Frente al Patrono, en mitad del campo, se elevaba un
árbol gigantesco, de tronco añoso, rugoso, de intrincado ramaje, pero casi
despojado de hoja, y la que le quedaba, amarillenta y mustia. Infundía respeto,
no obstante su decaimiento, aquel coloso vegetal; a pesar de que no pocos de sus
robustos brazos aparecían tronchados y desgajados, conservaba majestuoso porte;
su traza secular le hacía venerable; convidaba su aspecto a reflexionar sobre lo
deleznable de las grandezas. De las ramas del árbol colgaban innúmeros trofeos
marciales. Petos, golas, cascos, grebas y guanteletes, con heroicas abolladuras
y roturas causadas por el hendiente o el tajo; espadas flamígeras sin punta y
lanzas astilladas y hechas añicos; rodelas con arrogantes empresas; albos mantos
que blasona la cruz bermeja, trazada al parecer con la caliente sangre de una
herida; yataganes cogidos a los moros; turbantes arrancados en unión con la
cabeza; banderas gallardas con agujeros abiertos por la mosquetería; el alquicel
de Boabdil y la diadema pintorescamente emplumada de Moctezuma... Al pie del
árbol, sujeto a él con fuerte cadena de hierro, se veía un ser hermosísimo, un
corcel de batalla luminoso a fuerza de blancura: el Pegaso cristiano, aquel
ideal bridón que galopaba al través de las nubes y descendía a traernos la
victoria.
Los ojos del Apóstol se fijaron en el caballo, cual si
no le hubiese contemplado nunca. Notó la lumínica blancura del pelo, la fluida
ligereza y ondulación delicada de las crines, el fuego de las pupilas, el
aliento ardiente que despedían las fosas nasales, la delgadez de los remos,
finos cual tobillo de mujer; la especie de electricidad que desprendía el cuerpo
del generoso animal celeste. Con solo advertir que le miraba su jinete de
antaño, el caballo se estremeció, empinó las orejas, respiró el aire, hirió la
tierra con el reluciente casco y pareció decir en lenguaje de signos: «¿Cuándo
llega la hora? ¿Vamos a estar siempre así? ¿Por qué no me desatas? ¿Por qué no
cruzamos otra vez entre lampos y chispas el firmamento rojo, el aire encendido
de las campales batallas?»
Levantóse el Apóstol guerrero y fue a halagar con las
manos el lomo de su cabalgadura.
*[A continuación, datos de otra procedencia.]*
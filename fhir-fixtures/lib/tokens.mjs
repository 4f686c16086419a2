// Token endpoint of SMART Backend Services: the assertion is really verified.
import { randomBytes } from 'node:crypto'
import { createLocalJWKSet, jwtVerify } from 'jose'

const assertionType = 'urn:ietf:params:oauth:client-assertion-type:jwt-bearer'

export class Tokens {
  issued = new Map()
  seen = new Set()

  /** @param {{ clientId: string, jwks: { keys: object[] }, lifeSeconds?: number }} registered the one client known here */
  constructor(registered) {
    this.registered = registered
  }

  /** Answers a token request: status and body (RFC 6749, 5.1 and 5.2). */
  async exchange(form, endpoint) {
    if (form.get('grant_type') !== 'client_credentials') return refused(400, 'unsupported_grant_type')
    if (form.get('client_assertion_type') !== assertionType) return refused(400, 'invalid_request')
    try {
      const { payload } = await jwtVerify(form.get('client_assertion') ?? '', createLocalJWKSet(this.registered.jwks), {
        issuer: this.registered.clientId, subject: this.registered.clientId, audience: endpoint, algorithms: ['RS384', 'ES384'], typ: 'JWT',
        requiredClaims: ['exp', 'jti'],
      })
      if (payload.exp > Date.now() / 1000 + 300) return refused(401, 'invalid_client')
      if (this.seen.has(payload.jti)) return refused(401, 'invalid_client')
      this.seen.add(payload.jti)
    }
    catch {
      return refused(401, 'invalid_client')
    }
    const scope = form.get('scope') ?? ''
    if (!scope.split(' ').every(part => /^system\/([A-Z][A-Za-z]+|\*)\.(c?r?u?d?s?|read)$/.test(part))) return refused(400, 'invalid_scope')
    const token = randomBytes(24).toString('base64url')
    const seconds = this.registered.lifeSeconds ?? 300
    this.issued.set(token, { until: Date.now() + seconds * 1000, scope: scope.split(' ') })
    return { status: 200, body: { access_token: token, token_type: 'bearer', expires_in: seconds, scope } }
  }

  /** 'ok', 'login' where the token is missing, unknown or expired, 'forbidden' where it does not cover the type. */
  check(header, type) {
    const held = this.issued.get(/^Bearer (.+)$/.exec(header ?? '')?.[1] ?? '')
    if (!held || held.until < Date.now()) return 'login'
    return held.scope.some(part => [`system/${type}.`, 'system/*.'].some(start => part.startsWith(start))) ? 'ok' : 'forbidden'
  }

  expireAll() {
    this.issued.clear()
  }
}

const refused = (status, error) => ({ status, body: { error } })
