const read = (id: string, limits: Partial<EhrLimits> = quick, raw: Record<string, unknown> = {}, more: Partial<Parameters<typeof readRecord>[2]> = {}) =>
  readRecord(createEhrClient(fake.settings(limits, raw)), id, { ...options, ...more })
const longIds = async () => (await read('beatrice-lang', {})).readings.map(({ id }) => id)

describe('a record on a well-behaved server', () => {
  it('brings the person, the results, weight, conditions and the earlier gadolinium dose', async () => {
    const reading = await read('marta-lindqvist')
    expect(reading.state).toBe('complete')
    expect(reading.patient).toMatchObject({
      recordNumber: '40-2217', displayName: 'Marta Lindqvist', birthDate: '1965-11-08', sex: 'female', email: 'marta.lindqvist@example.org', language: 'en',
    })
    expect(reading.readings[0]).toMatchObject({ value: 0.94, unit: 'mg/dL', collectedAt: '2026-11-12T13:00:00.000Z', sourceLabel: 'Northshore Hospital laboratory' })
    expect(reading.weight?.kg).toBe(74)
    expect(reading.conditions).toEqual(['Left breast cancer, treated 2021'])
    expect(reading.exposures).toMatchObject([{ agent: 'gadobutrol', amountMmol: 7.4 }])
    expect(reading.laboratoryEgfr).toMatchObject([{ value: 69, formula: 'CKD-EPI 2021' }])
    expect(reading.noKnownAllergy).toBe(true)
  })

  it('suggests hemodialysis from sessions and problem list', async () => {
    const { hints } = await read('paul-adeyemi')
    expect(hints.find(({ field }) => field === 'dialysis')).toMatchObject({ value: 'hemodialysis' })
  })

  it('suggests the severe reaction and its agent', async () => {
    const { hints, allergies } = await read('claire-dubois')
    expect(hints).toEqual(expect.arrayContaining([
      expect.objectContaining({ field: 'reactionAgent', value: 'gadobutrol' }),
      expect.objectContaining({ field: 'reactionSeverity', value: 'severe' }),
      expect.objectContaining({ field: 'reactionKind', value: 'allergic-like' }),
    ]))
    expect(allergies[0]).toContain('severe, Anaphylaxis')
  })

  it('asks a person about "contrast dye" and never takes it for gadolinium', async () => {
    const { hints, warnings } = await read('walter-simmons')
    expect(hints.find(({ field }) => field === 'earlierReaction')).toMatchObject({ value: 'unknown' })
    expect(hints.some(({ field }) => field === 'reactionAgent')).toBe(false)
    expect(warnings.map(({ id }) => id)).toContain('reaction-to-confirm')
  })

  it('counts every dose that was given, from medicines and procedures, and none that was not', async () => {
    const { exposures } = await read('yusuf-karim')
    expect(exposures.map(({ agent }) => agent)).toEqual([
      'gadobutrol', 'gadobutrol', 'gadoterate', 'gadoteridol', null, 'gadoterate', 'gadopentetate', 'gadopentetate',
    ])
  })

  it('never offers a urine, cancelled or mistaken value as usable', async () => {
    const { readings } = await read('owen-pritchard')
    const usable = readings.filter(({ refusal, status, value }) => refusal === null && value !== null && ['final', 'amended', 'corrected'].includes(status))
    expect(usable.map(({ id }) => id).sort()).toEqual(['owen-pritchard-future', 'owen-pritchard-unknown-time', 'owen-pritchard-usable'])
  })

  it('finds a creatinine inside a panel, and a panel member once its local code is configured', async () => {
    const plain = await read('samuel-adjei')
    expect(plain.readings.find(({ id }) => id === 'samuel-adjei-panel#2160-0')).toMatchObject({ value: 1.08, refusal: null })
    expect(plain.readings.find(({ id }) => id === 'samuel-adjei-member')?.refusal).toContain('not recognized')
    const configured = await read('samuel-adjei', quick, { creatinineCodes: 'https://northshore.example/fhir/laboratory-code|CREA' })
    expect(configured.readings.find(({ id }) => id === 'samuel-adjei-member')).toMatchObject({ value: 1.04, refusal: null })
  })

  it('says that there is no such patient, which is not an outage and not "no creatinine"', async () => {
    const reading = await read('nobody')
    expect(reading.parts.patient).toMatchObject({ state: 'none', problem: 'not-found' })
    expect(reading.parts.laboratory.state).toBe('could-not-look')
    expect(reading.state).toBe('incomplete')
  })

  it('does not use results where the date of birth differs', async () => {
    const reading = await read('marta-lindqvist', quick, {}, { expectedBirthDate: '1965-08-11' })
    expect(reading.state).toBe('incomplete')
    expect(reading.readings.every(({ refusal }) => refusal !== null)).toBe(true)
    expect(reading.warnings[0]?.id).toBe('birth-date-differs')
  })

  it('leaves out what was collected before the date asked for, and says so', async () => {
    const { readings } = await read('marta-lindqvist', quick, {}, { since: '2026-07-14' })
    expect(readings.map(({ value, refusal }) => [value, refusal])).toEqual([
      [0.94, null], [0.91, null],
    ])
  })
})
Quería consolarla, quería calmar su impaciencia
y no sabía cómo, pues él, glorioso veterano, también soñaba incesantemente
renovar las proezas de otros días. Sin duda para acrecentarle el ansia y
avivarle el recuerdo aparecióse por allí un alma acabada de ingresar en el
Paraíso, pues daba claras señales de no conocer los caminos, de hallarse como
desorientada e incierta. Era el recién llegado de mediana estatura, moreno,
avellanado y enjuto; rodeaban su tronco retazos de tela amarilla y roja, que
apresuradamente igualaba en matiz la sangre fluyendo de varias mortales heridas.
Santiago corrió hacia aquel valiente con los brazos abiertos, y el español, al
ver ante sí al Apóstol de la patria cayó de rodillas y le besó los pies con
infinita ternura.
-Bonaerges, hijo del trueno -murmuraba devotamente el
español-, ¿por qué nos has abandonado? En nuestro infortunio, confiábamos en ti.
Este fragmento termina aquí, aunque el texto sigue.